You did not give enough information to advise you. Are you a Philippine citizen or married to a Filipina? If you are a Philippine citizen you should get a Philippine passport then no visa is needed. Dual citizenship is recognized by both countries. If you are not I would not get a Philippine passport (if it is possible). I have access to my USA bank account via the internet. Many USA banks will not mail new checks, ATM and credit cards to the Philippines. I use a PO Box address in the USA and a relative FedEx to me; I do NOT trust the mail. Other mail I use a PO BOX at the VFW/RAO. It is VERY reliable. What reporting requirements for US citizens are you referring to?


----------



## 197649 (Jan 1, 2013)

Phil_expat said:


> You did not give enough information to advise you. Are you a Philippine citizen or married to a Filipina? If you are a Philippine citizen you should get a Philippine passport then no visa is needed. Dual citizenship is recognized by both countries. If you are not I would not get a Philippine passport (if it is possible). I have access to my USA bank account via the internet. Many USA banks will not mail new checks, ATM and credit cards to the Philippines. I use a PO Box address in the USA and a relative FedEx to me; I do NOT trust the mail. Other mail I use a PO BOX at the VFW/RAO. It is VERY reliable. What reporting requirements for US citizens are you referring to?

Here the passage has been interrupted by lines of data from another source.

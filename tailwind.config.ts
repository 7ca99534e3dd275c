import type { Config } from 'tailwindcss';
import { colours } from './components/ui/tokens';

const config: Config = {
  content: ['./app/**/*.{ts,tsx}', './components/**/*.{ts,tsx}'],
  theme: {
    // The whole palette: nothing else on a page is green, orange or blue.
    colors: {
      inherit: 'inherit',
      current: 'currentColor',
      transparent: 'transparent',
      ...colours,
      // These follow the ground they stand on (globals.css, `ground-*`).
      ground: 'var(--ground)',
      fore: 'var(--fore)',
      'fore-quiet': 'var(--fore-quiet)',
      line: 'var(--line)',
      control: 'var(--control)',
    },
    fontFamily: {
      code: ['var(--font-barlow)', 'sans-serif'],
      text: ['var(--font-hyperlegible)', 'sans-serif'],
      reading: ['var(--font-hyperlegible-mono)', 'monospace'],
    },
    extend: {
      screens: { xs: '22.5rem' },
      maxWidth: { phone: '30rem', prose: '40rem' },
    },
  },
};

export default config;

Phil is absolutely correct. I have a US bank and Fidelity Investment account. I do everything via Internet. To including transferring money here when I need it. I am fortunate in that as a retired military I can use RAO for letter mail that goes through the Embassy. Maintaining family connections to help you out in the US is important. Particularly if you order things from Amazon. You will need to select a bank here that is reliable. There is SO many its unreal, Insure it has a branch in the US. Most the big banks PS Bank, China Bank, BPI, Metrobank, just to name a few.


----------



## DrMark (Nov 6, 2013)

That is very good advice to keep some connections to the US. I like the idea of keeping a P. O. box and I have a son who can mail goods to me. I think I should find a Phil lawyer to see if I can fast-track a Philippine passport. Anybody every tried that?


----------



## Asian Spirit (Mar 1, 2010)

DrMark said:


> That is very good advice to keep some connections to the US. I like the idea of keeping a P. O. box and I have a son who can mail goods to me. I think I should find a Phil lawyer to see if I can fast-track a Philippine passport. Anybody every tried that?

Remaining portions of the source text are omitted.